*** Opening Supplied records ***

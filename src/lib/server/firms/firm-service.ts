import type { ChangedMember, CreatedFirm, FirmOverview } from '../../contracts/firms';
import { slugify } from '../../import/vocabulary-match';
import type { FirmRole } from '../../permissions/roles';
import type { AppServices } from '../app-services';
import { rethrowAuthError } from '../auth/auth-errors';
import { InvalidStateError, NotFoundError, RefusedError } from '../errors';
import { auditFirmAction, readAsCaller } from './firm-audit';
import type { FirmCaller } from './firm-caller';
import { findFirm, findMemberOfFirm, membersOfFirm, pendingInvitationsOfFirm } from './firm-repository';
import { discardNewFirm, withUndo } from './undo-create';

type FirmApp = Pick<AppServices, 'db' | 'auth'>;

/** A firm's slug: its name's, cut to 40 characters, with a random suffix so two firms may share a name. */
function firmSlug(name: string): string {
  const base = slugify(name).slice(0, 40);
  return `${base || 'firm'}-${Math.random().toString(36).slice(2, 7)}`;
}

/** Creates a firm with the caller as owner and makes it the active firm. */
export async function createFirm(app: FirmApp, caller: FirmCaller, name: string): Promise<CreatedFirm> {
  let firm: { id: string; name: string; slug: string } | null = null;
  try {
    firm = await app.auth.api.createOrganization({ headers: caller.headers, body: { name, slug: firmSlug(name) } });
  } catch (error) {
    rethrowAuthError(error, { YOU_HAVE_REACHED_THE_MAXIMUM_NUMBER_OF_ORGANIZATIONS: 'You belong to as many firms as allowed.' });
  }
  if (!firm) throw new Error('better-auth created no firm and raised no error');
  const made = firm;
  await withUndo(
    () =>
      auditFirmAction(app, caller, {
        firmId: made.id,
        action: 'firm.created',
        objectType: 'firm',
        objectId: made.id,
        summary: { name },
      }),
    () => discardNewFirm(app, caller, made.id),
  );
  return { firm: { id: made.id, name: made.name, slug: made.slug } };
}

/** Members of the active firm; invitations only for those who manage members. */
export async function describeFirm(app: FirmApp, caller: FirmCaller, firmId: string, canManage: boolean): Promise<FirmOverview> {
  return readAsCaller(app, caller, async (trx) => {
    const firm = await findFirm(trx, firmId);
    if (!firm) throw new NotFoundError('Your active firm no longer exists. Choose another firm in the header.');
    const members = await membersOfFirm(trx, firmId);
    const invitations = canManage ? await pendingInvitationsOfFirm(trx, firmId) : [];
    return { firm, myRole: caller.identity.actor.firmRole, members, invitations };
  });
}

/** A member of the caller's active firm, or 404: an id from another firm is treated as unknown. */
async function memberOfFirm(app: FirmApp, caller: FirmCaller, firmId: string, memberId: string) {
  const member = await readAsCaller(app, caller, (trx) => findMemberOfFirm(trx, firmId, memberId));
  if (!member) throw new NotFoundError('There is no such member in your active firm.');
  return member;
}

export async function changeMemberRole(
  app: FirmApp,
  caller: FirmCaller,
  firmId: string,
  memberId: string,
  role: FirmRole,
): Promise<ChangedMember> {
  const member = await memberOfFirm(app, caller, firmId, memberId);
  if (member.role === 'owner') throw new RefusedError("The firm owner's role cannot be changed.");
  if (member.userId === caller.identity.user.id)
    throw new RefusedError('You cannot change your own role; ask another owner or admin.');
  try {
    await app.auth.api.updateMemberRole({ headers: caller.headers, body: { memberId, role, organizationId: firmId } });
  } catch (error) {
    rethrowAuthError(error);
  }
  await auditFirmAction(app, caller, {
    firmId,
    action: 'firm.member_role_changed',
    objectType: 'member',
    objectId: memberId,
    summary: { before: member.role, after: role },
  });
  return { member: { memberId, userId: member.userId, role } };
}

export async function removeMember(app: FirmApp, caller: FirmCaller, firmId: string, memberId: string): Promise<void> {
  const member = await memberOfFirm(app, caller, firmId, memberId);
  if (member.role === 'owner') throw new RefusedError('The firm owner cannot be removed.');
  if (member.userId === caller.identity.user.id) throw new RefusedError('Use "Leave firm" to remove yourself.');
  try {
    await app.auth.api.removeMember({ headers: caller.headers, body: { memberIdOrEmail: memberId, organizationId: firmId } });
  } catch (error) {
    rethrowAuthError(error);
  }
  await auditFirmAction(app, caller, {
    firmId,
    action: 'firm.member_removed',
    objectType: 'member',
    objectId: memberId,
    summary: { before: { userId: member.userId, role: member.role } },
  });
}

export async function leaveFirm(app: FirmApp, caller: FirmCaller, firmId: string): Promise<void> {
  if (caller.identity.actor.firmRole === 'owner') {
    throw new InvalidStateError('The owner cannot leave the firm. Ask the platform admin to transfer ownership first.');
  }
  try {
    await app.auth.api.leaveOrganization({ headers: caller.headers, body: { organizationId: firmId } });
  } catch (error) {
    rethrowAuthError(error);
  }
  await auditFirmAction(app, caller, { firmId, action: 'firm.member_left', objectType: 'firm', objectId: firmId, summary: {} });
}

*** Closing Supplied records ***
*** Opening Supplied records ***

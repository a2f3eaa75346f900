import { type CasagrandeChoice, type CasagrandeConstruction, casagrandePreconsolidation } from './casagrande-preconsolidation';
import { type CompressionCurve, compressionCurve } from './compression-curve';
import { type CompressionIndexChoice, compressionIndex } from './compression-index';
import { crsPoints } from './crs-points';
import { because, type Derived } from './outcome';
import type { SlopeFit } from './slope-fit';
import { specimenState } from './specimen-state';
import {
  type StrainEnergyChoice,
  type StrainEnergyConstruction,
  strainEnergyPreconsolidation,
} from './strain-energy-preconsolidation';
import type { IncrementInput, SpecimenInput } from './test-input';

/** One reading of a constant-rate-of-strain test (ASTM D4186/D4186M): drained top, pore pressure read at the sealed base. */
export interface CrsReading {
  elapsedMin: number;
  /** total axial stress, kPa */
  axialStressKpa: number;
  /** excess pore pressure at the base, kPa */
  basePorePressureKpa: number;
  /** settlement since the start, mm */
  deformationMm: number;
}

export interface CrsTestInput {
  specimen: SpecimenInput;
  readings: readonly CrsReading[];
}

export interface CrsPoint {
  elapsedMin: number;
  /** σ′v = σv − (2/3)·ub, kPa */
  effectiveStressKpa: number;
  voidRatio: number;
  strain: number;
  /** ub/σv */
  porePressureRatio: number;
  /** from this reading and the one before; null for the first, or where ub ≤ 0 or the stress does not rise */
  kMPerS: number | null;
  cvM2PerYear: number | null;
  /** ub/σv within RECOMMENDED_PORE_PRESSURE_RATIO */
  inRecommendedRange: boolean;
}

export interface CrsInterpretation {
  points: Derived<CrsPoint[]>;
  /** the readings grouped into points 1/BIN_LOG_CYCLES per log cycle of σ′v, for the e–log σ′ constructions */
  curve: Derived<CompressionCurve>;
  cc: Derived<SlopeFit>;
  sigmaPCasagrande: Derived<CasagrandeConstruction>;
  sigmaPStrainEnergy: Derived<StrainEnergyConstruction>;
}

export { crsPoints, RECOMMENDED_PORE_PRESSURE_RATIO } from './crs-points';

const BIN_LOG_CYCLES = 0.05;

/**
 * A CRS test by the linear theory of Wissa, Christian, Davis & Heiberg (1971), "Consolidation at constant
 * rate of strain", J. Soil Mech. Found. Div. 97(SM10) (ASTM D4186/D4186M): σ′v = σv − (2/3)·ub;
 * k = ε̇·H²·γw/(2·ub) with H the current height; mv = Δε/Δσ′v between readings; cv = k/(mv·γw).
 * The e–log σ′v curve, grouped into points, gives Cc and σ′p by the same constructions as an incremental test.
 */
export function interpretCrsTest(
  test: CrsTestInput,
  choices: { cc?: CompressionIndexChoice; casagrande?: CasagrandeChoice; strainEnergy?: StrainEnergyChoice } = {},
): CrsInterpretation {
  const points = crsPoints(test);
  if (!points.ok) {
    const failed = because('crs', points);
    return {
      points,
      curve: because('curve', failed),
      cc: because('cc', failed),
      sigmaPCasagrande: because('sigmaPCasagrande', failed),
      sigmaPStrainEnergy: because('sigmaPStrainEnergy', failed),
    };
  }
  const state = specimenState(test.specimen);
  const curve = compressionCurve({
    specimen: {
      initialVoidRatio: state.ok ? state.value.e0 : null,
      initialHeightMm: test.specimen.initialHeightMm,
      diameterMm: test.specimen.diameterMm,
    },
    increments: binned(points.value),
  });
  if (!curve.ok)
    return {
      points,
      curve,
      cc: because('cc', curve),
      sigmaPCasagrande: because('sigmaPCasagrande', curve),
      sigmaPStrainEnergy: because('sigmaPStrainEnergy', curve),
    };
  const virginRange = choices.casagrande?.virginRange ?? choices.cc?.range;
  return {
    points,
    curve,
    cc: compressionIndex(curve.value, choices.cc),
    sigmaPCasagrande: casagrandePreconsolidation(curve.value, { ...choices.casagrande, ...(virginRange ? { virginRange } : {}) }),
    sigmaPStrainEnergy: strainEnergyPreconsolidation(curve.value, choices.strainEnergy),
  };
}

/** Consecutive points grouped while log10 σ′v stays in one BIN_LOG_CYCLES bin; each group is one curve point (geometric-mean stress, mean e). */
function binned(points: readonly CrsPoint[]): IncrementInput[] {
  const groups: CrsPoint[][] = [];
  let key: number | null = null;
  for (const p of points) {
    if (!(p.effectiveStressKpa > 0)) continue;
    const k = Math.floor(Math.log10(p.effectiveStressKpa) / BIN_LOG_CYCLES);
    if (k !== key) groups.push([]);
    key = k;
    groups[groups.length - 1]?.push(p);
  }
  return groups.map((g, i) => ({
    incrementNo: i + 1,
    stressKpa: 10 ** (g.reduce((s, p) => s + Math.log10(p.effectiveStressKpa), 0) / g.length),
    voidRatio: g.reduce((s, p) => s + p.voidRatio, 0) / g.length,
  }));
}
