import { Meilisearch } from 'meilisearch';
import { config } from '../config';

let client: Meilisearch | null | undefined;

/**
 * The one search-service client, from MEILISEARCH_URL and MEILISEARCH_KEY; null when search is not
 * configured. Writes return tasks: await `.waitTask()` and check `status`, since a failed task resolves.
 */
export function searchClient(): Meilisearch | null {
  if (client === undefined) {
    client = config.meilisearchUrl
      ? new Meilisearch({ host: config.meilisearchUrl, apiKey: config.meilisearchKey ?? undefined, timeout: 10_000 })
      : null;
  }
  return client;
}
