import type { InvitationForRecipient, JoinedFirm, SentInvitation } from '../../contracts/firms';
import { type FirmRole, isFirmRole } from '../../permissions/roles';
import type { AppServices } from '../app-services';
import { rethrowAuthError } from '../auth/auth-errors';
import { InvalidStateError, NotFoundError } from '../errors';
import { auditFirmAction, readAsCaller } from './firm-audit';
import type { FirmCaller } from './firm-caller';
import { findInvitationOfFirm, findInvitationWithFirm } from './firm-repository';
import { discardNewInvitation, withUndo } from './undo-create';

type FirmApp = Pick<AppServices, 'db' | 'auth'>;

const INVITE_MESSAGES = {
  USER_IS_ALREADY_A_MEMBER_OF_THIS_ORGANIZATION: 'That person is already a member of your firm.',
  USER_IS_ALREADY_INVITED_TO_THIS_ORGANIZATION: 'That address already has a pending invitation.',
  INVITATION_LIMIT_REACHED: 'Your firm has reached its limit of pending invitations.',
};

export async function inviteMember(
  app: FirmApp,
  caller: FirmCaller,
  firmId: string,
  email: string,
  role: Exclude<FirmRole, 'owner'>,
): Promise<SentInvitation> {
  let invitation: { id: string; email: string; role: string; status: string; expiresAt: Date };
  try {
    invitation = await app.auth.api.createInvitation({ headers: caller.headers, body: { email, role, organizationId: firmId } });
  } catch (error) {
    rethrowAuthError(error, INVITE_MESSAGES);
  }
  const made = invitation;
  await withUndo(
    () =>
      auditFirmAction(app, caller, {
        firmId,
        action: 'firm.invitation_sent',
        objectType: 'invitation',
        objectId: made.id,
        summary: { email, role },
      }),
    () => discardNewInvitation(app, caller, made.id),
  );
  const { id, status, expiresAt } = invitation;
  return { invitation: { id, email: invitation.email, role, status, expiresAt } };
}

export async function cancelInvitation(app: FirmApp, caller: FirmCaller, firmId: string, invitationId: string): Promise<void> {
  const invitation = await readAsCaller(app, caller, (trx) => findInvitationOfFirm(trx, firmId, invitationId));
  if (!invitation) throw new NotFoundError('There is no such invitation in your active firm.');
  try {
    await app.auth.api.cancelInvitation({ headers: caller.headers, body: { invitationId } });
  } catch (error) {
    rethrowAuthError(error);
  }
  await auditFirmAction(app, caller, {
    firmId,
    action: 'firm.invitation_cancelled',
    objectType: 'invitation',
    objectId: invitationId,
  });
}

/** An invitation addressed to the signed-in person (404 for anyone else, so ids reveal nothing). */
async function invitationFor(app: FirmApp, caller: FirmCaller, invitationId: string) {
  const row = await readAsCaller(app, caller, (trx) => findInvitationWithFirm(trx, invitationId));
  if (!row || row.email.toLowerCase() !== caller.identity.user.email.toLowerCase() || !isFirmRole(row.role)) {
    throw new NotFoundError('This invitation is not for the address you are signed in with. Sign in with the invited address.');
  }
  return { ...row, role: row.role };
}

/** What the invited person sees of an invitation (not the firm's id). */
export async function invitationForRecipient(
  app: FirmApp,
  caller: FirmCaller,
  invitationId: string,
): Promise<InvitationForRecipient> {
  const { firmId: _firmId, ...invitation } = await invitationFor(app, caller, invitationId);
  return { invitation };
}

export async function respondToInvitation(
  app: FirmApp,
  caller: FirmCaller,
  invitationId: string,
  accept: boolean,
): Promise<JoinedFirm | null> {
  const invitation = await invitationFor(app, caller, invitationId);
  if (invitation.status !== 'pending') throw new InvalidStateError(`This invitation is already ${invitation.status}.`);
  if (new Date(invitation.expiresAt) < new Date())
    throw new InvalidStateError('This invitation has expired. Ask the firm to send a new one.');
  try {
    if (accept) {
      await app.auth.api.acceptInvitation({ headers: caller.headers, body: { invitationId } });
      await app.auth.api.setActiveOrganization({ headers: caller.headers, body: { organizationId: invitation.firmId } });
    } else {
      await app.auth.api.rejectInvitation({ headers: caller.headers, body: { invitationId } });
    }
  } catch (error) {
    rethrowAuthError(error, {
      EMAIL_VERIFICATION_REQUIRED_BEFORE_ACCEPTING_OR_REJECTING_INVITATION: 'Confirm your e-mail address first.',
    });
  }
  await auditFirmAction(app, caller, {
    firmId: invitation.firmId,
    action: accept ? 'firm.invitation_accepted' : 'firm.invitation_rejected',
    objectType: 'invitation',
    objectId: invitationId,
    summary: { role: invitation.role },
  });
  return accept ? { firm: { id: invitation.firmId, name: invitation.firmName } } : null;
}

*** Closing Supplied records ***

Problem to solve: The lines to copy are those in the records above containing the word "discardNewFirm".

Exercise solution:
import { discardNewFirm, withUndo } from './undo-create';
    () => discardNewFirm(app, caller, made.id),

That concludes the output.